I am trying to understand how the multiprocessing.Pool works, and I have developed a minimal example that illustrates my question. Briefly, I am using pool.map to parallelize a CPU-bound function operating on an array by following the example Dead simple example of using Multiprocessing Queue, Pool and Locking. When I follow that pattern, I get only a modest speedup with 4 cores, but if I instead manually chunk the array into num_threads and then use pool.map over the chunks, I find speedup factors that vastly exceed 4x, which makes no sense to me. Details to follow.
First, the function definitions.
def take_up_time():
n = 1e3
while n > 0:
n -= 1
def count_even_numbers(x):
take_up_time()
return np.where(np.mod(x, 2) == 0, 1, 0)
Now define the functions we'll benchmark.
First the function that runs in serial:
def serial(arr):
return np.sum(map(count_even_numbers,arr))

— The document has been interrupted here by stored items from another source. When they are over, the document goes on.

@dataclass(frozen=True)
class Hdf5Source(_FileSource):
    """An HDF5 dataset read by h5py slicing; a block is one chunk of rows (or 1<<20 rows
    for a contiguous dataset)."""

    def _node(self) -> Any:
        def make() -> Any:
            stack = _s._hdf5_file(self.src)
            h5 = stack.__enter__()
            # The context stays open for the life of this object in this process.
            object.__setattr__(self, "_stack", stack)
            return _s._hdf5_dataset(h5, self.src, self.key)[0]

        return self._cached("_handle", make)

    def _raw(self, start: int, stop: int) -> np.ndarray:
        try:
            return np.asarray(self._node()[start:stop])
        except (OSError, ValueError, KeyError, TypeError) as exc:
            raise InputError(f"{self.name}: cannot read as HDF5: {_s._one_line(exc)}") from exc


# --------------------------------------------------------------------------- Parquet


@dataclass(frozen=True)
class ParquetSource(_FileSource):
    """Chosen columns of a Parquet file; blocks are its row groups (``block_rows`` is the
    largest), and a range reads only the row groups it overlaps."""

    columns: tuple[int | str, ...] | None = None
    index_col: int | str | None = None
    group_starts: tuple[int, ...] = ()  # first row of each row group, then n_rows

    def _open(self) -> tuple[Any, list[str]]:
        def make() -> tuple[Any, list[str]]:
            cm = _s._parquet_file(self.src, self.key, self.columns, self.index_col)
            pf, names, _ = cm.__enter__()
            object.__setattr__(self, "_stack", cm)
            return pf, names

        return self._cached("_handle", make)

    def _raw(self, start: int, stop: int) -> np.ndarray:
        pf, names = self._open()
        starts = self.group_starts
        first = int(np.searchsorted(starts, start, side="right")) - 1
        last = int(np.searchsorted(starts, stop, side="left"))
        groups = list(range(max(first, 0), min(last, pf.num_row_groups)))
        if stop == start or not groups:
            return np.empty((0, self.dim))
        table = pf.read_row_groups(groups, columns=list(dict.fromkeys(names)))
        offset = start - starts[groups[0]]
        table = table.slice(offset, stop - start)
        return _s._parquet_points(table, names, self.name, start)

    def blocks(self, rows: int | None = None) -> Iterator[tuple[int, np.ndarray]]:
        """Yield ``(first row, block)`` in order: one per row group by default, else
        ``rows`` rows each."""
        if rows is not None:
            yield from super().blocks(rows)
            return
        starts = self.group_starts
        for a, b in zip(starts[:-1], starts[1:]):
            if b > a:
                yield a, self.read(a, b)

    def _token_parts(self) -> dict[str, Any]:
        parts = super()._token_parts()
        parts["columns"] = None if self.columns is None else list(self.columns)
        parts["index_col"] = self.index_col
        return parts


# --------------------------------------------------------------------------- text


@dataclass(frozen=True)
class TextSource(_FileSource):
    """A text table parsed in blocks of rows, with the sniffing, header and column rules
    of :func:`chitally.sources.read_points`.

    Text has no index of rows, so it is read sequentially: :meth:`blocks` is one pass
    over the file, but :meth:`read` scans from the beginning of the file every time
    (correct, slow for late ranges), and ``random_access`` is False. Opening the source
    counts its rows, which is also a pass over the file.
    """

    columns: tuple[int | str, ...] | None = None
    index_col: int | str | None = None

    def _table(self) -> Any:
        return _s._text_table(self.src, self.key, self.columns, self.index_col)

    def _parse(self, table: Any, chunk: list[str], first_row: int) -> np.ndarray:
        data = _s._parse_text_lines(table, chunk)
        if data.shape[1] != self.dim:
            # Rows of another width in a later block: let the locator name the first.
            raise ValueError(f"rows of {data.shape[1]} columns, the first have {self.dim}")
        return _checked_values(data, self.name, first_row)

    def _chunks(self, step: int, start: int, stop: int) -> Iterator[tuple[int, np.ndarray]]:
        """Parse and validate data rows [start, stop) in chunks of ``step``, one pass."""
        row = 0  # data rows seen so far
        with self._table() as table:
            chunk: list[str] = []
            for line in table.lines:
                if row >= stop:
                    break
                if not _s._content(line).strip():
                    continue
                row += 1
                if row <= start:
                    continue  # counted, not parsed: a range validates only its own rows
                chunk.append(line)
                if len(chunk) == step:
                    yield row - step, self._parse(table, chunk, row - step)
                    chunk = []
            if chunk:
                yield row - len(chunk), self._parse(table, chunk, row - len(chunk))
        if row < stop:
            raise InputError(f"{self.name}: now has {row} data rows, not {self.n_rows}; the file changed")

    def blocks(self, rows: int | None = None) -> Iterator[tuple[int, np.ndarray]]:
        """Yield ``(first row, block)`` in one sequential pass, ``rows`` rows each."""
        yield from self._chunks(_check_rows(self.name, rows, self.block_rows), 0, self.n_rows)

    def read(self, start: int, stop: int) -> np.ndarray:
        """Rows ``[start, stop)``, validated; scans the file from its beginning."""
        start, stop = _check_range(self.name, self.n_rows, start, stop)
        if stop == start:
            return np.empty((0, self.dim))
        return next(self._chunks(stop - start, start, stop))[1]


def _count_text_rows(src: _s._Source, key: Any, columns: Any, index_col: Any) -> tuple[int, int, str]:
    with _s._text_table(src, key, columns, index_col) as table:
        n = sum(1 for line in table.lines if _s._content(line).strip())
        dim, where = table.dim, table.where
    if n == 0:
        raise InputError(f"{src.display}: holds no data rows")
    return n, dim, where


# --------------------------------------------------------------------------- in memory


@dataclass(frozen=True, eq=False)
class ArraySource(_Lazy):
    """An in-memory (n, m) array behind the :class:`PointSource` interface.

    Use :meth:`of` to build one. The array travels with the object when pickled. Its
    :meth:`token` hashes the contents (once per process), since an array has no path
    or modification time to stand for it.
    """

    array: np.ndarray = field(default=None, repr=False)  # type: ignore[assignment]

    @classmethod
    def of(cls, array: Any, *, name: str = "points", block_rows: int = DEFAULT_BLOCK_ROWS) -> ArraySource:
        """Wrap ``array`` (shape and dtype checked now, values as each block is read)."""
        try:
            a = np.asarray(array)
        except (ValueError, TypeError) as exc:
            raise InputError(f"{name}: not an (n, m) array of numbers: {_s._one_line(exc)}") from exc
        _check_shape_and_dtype(a.shape, a.dtype, name)
        rows = _check_rows(name, block_rows, DEFAULT_BLOCK_ROWS)
        return cls(name, a.shape[0], a.shape[1], rows, True, a)

    def _raw(self, start: int, stop: int) -> np.ndarray:
        return self.array[start:stop]

    def token(self) -> str:
        """Shape, dtype and a BLAKE2 digest of the contents, hashed block by block."""

        def digest() -> str:
            h = hashlib.blake2b(digest_size=16)
            for start in range(0, self.n_rows, self.block_rows):
                h.update(np.ascontiguousarray(self.array[start : start + self.block_rows]).tobytes())
            return h.hexdigest()

        return json.dumps({"format": "array", "shape": [self.n_rows, self.dim],
                           "dtype": str(self.array.dtype), "blake2b": self._cached("_digest", digest)},
                          sort_keys=True)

Now the function that uses Pool.map in the "standard" way:
def parallelization_strategy1(arr):
num_threads = multiprocessing_count()
pool = multiprocessing.Pool(num_threads)
result = pool.map(count_even_numbers,arr)
pool.close()
return np.sum(result)
Finally, the second strategy in which I manually chunk the array and then run Pool.map over the chunks (Splitting solution due to python numpy split array into unequal subarrays)
def split_padded(a,n):
""" Simple helper function for strategy 2
"""
padding = (-len(a))%n
if padding == 0:
return np.split(a, n)
else:
sub_arrays = np.split(np.concatenate((a,np.zeros(padding))),n)
sub_arrays[-1] = sub_arrays[-1][:-padding]
return sub_arrays
def parallelization_strategy2(arr):
num_threads = multiprocessing_count()
sub_arrays = split_padded(arr, num_threads)
pool = multiprocessing.Pool(num_threads)
result = pool.map(count_even_numbers,sub_arrays)
pool.close()
return np.sum(np.array(result))
Here is my array input:
npts = 1e3
arr = np.arange(npts)
Now I use the IPython %timeit function to run my timings, and for 1e3 points I get the following:
- serial: 10 loops, best of 3: 98.7 ms per loop
- parallelization_strategy1: 10 loops, best of 3: 77.7 ms per loop
- parallelization_strategy2: 10 loops, best of 3: 22 ms per loop
Since I have 4 cores, Strategy 1 is a disappointingly modest speedup, and strategy 2 is suspiciously larger than the maximum 4x speedup.
When I increase npts to 1e4, the results are even more perplexing:
- serial: 1 loops, best of 3: 967 ms per loop
- parallelization_strategy1: 1 loops, best of 3: 596 ms per loop
- parallelization_strategy2: 10 loops, best of 3: 22.9 ms per loop
So the two sources of confusion are:
- Strategy 2 is way faster than the naive theoretical limit
- For some reason, %timeit with npts=1e4 only triggers 1 loop for serial and strategy 1, but 10 loops for strategy 2.